Kerilli, I'd have no problem with you hacking, schooling or jumping a small course on my 13.2hh if she were fit but if you wanted to hunt her I'd probably say you were too heavy.  I think a well built, fit and healthy Welsh C would be able to carry you for more than ten minutes.


----------



## rooooosie (19 December 2007)

id say around 8 stone

i ride a 13.2hh welsh c and im around 8 stone and he carries me EASILY, he could carry so much more and has carried heavyer riders as thoguh they are nothing

and hes not even a chunky sec c!


----------



## jnet (19 December 2007)

My 13.2hh SecC easy carries me, in all situations and I weigh 12 stone, she is a proper stocky C, you'll know if you're too much for her.


----------



## ILoveRoxy (19 December 2007)

We've got a 13.2hh New Forest pony for sale. A girl came to look at her today that weighed 12 stone and wanted her for mounted games. If she had said she wanted her for light hacking we would have let her have the pony. Mounted games involves so much leaping on and off and tight turns that the pony wouldn't have coped.

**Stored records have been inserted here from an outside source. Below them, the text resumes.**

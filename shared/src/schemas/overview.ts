import { z } from 'zod';

const bucket = (fields: string[]) => z.object({ t: z.string(), ...Object.fromEntries(fields.map((f) => [f, z.number().int()])) });

/** The overview board: counts over the last hour and per-minute series, each linked to its list. */
export const overviewSchema = z.object({
  generatedAt: z.string(),
  /** Length of the series, minutes; one bucket per minute, oldest first. */
  windowMinutes: z.number().int(),
  inbound: z.object({
    accepted: z.number().int(),
    rejected: z.number().int(),
    quarantined: z.number().int(),
    /** Messages per minute over the last five minutes. */
    perMinute: z.number(),
    series: z.array(bucket(['accepted', 'rejected', 'quarantined'])),
  }),
  assessments: z.object({
    valid: z.number().int(),
    questionable: z.number().int(),
    notValid: z.number().int(),
    series: z.array(bucket(['valid', 'questionable', 'notValid'])),
  }),
  delivery: z.object({
    /** Waiting to be sent now: pending, retrying and waiting for patient context. */
    queueDepth: z.number().int(),
    failed: z.number().int(),
    delivered: z.number().int(),
    series: z.array(bucket(['delivered', 'failed'])),
  }),
  destinations: z.array(
    z.object({ id: z.string(), name: z.string(), state: z.enum(['up', 'paused', 'circuit-open', 'down', 'misconfigured']), downSince: z.string().nullable() }),
  ),
  monitors: z.object({ total: z.number().int(), live: z.number().int() }),
});
export type Overview = z.infer<typeof overviewSchema>;
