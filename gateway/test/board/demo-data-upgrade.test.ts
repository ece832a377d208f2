import { randomUUID } from 'node:crypto';
import { afterAll, beforeAll, describe, expect, it } from 'vitest';
import { seedDemoUsers } from '../../src/seed/demo-users';
import { demoMonitorIdentifier } from '../../src/seed/demo-devices';
import { startTestGateway, type TestGateway } from '../support/harness';

let gw: TestGateway;
beforeAll(async () => {
  gw = await startTestGateway();
});
afterAll(async () => gw?.stop());

describe('demo data of an older demo database', () => {
  it('take the invented profile names, the locally administered monitor ids and the users’ invented surnames; other rows stay', async () => {
    const q = (sql: string, p: unknown[] = []) => gw.ctx.ds.query(sql, p) as Promise<Record<string, unknown>[]>;
    const pid = randomUUID();
    await q(
      `INSERT INTO monitor_profile (id, name, manufacturer, model, transports, channels, created_at, updated_at) VALUES (?, 'Ebbgate demo: Larkspur BM-40 bedside monitor', 'x', 'Larkspur BM-40', '[]', '[]', NOW(3), NOW(3))`,
      [pid],
    );
    await q(
      `INSERT INTO monitor (id, identifier, enabled, created_at, updated_at) VALUES (?, '00A0B1FFFE000003', 1, NOW(3), NOW(3)), (?, '00A0B1FFFE2C3D4E', 1, NOW(3), NOW(3))`,
      [randomUUID(), randomUUID()],
    );
    await q(`UPDATE app_user SET display_name = 'Ada Okafor (admin)' WHERE username = 'ada.admin'`);
    await seedDemoUsers(gw.ctx.ds);
    const [profile] = await q('SELECT name, model FROM monitor_profile WHERE id = ?', [pid]);
    expect(profile).toEqual({ name: 'Ebbgate demo: Larkspur Tidereader bedside monitor', model: 'Tidereader (invented)' });
    const ids = (await q("SELECT identifier FROM monitor WHERE identifier LIKE '02EB6A%' OR identifier LIKE '00A0B1%' ORDER BY identifier")).map(
      (r) => r.identifier,
    );
    // 02-EB-6A: first octet 0x02, the U/L bit set (IEEE Std 802-2014 §8.2); a non-demo id is left alone.
    expect(ids).toEqual(['00A0B1FFFE2C3D4E', demoMonitorIdentifier(3)]);
    expect(demoMonitorIdentifier(3)).toBe('02EB6AFFFE000003');
    const [ada] = await q("SELECT display_name FROM app_user WHERE username = 'ada.admin'");
    expect(ada!.display_name).toBe('Ada Fenmarrow (admin)');
  });
});
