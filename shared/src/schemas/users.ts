import { z } from 'zod';
import { passwordSchema, roleSchema, usernameSchema } from './auth';

export const userSchema = z.object({
  id: z.string(),
  username: z.string(),
  displayName: z.string(),
  roles: z.array(roleSchema),
  disabled: z.boolean(),
  lockedUntil: z.string().nullable(),
  lastSignInAt: z.string().nullable(),
  createdAt: z.string(),
});
export type User = z.infer<typeof userSchema>;

export const createUserSchema = z.object({
  username: usernameSchema,
  displayName: z.string().min(1).max(128),
  password: passwordSchema,
  roles: z.array(roleSchema).min(1),
});
export type CreateUser = z.infer<typeof createUserSchema>;

export const updateUserSchema = z
  .object({
    displayName: z.string().min(1).max(128).optional(),
    roles: z.array(roleSchema).min(1).optional(),
    disabled: z.boolean().optional(),
  })
  .refine((v) => Object.keys(v).length > 0, 'nothing to change');
export type UpdateUser = z.infer<typeof updateUserSchema>;

export const resetPasswordSchema = z.object({ password: passwordSchema });
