// Minimal typings for the parts of simple-hl7 3.3.0 the mock uses (the package ships none).
declare module 'simple-hl7' {
  import type { Server as NetServer } from 'node:net';
  interface Hl7Message {
    header: { fields: unknown[] };
    toString(): string;
  }
  export class Parser {
    parse(s: string): Hl7Message;
  }
  interface TcpRequest {
    raw: string;
    msg: Hl7Message;
    type: string;
    event: string;
  }
  interface TcpResponse {
    ack: unknown;
    socket: import('node:net').Socket;
    end(): void;
  }
  interface TcpServer {
    server: NetServer | null;
    start(port: number | { port: number; host: string }, encoding?: string): void;
    stop(): void;
  }
  export const Server: {
    createTcpServer(
      options: { parser?: { parse(s: string): Hl7Message } },
      handler: (err: Error | null, req?: TcpRequest, res?: TcpResponse) => void,
    ): TcpServer;
  };
  const _default: { Parser: typeof Parser; Server: typeof Server };
  export default _default;
}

I think it all depends on what you want to do.


----------



## Vicki1986 (21 December 2007)

my pony isnt strictly a sec C, she is a heinz 57 but of similar build, 13.1 and weighs 360kgs all year round. she can carry max 10stone for a few one off rides.
i weigh 8stone12 - 9 stone, am 5ft2 and she can carry me very well (well manages to tank off with me and jumps well so i presume she is ok!!) this is us to give you an idea &gt; http://s35.photobucket.com/albums/d173/v...linicoct071.jpg

i used to weigh 9.7-10stone and i really did feel too heavy for her, but your sec c looks a bit more chunky so would prob be fine with up to 10 stone i would say, not that im an expert!


----------



## angiebaby (21 December 2007)

These type of topics have been coming up a lot recently; a big pain up the backside to me. I'm 45 years old, 5ft3 I weight 9 and a half stone. I ride a 12.3h Nf who is 15 and around 350 kilos I have had him over 6 years. Jump him, take him around 8 mile UK chasers couse, hack him for anything from 1 to 2 hours 3/4 times a week. He's never been lame, had back problems, feet, teeth etc etc, nothing in all the time we've had him. Stop worrying and enjoy riding Rant over !


----------



## Vicki1986 (22 December 2007)

saddle can play a big part too, if you are near the top end of your ponys weight carrying capacity a light saddle will help out, synethetic or part. most all leather saddles are heavy.


----------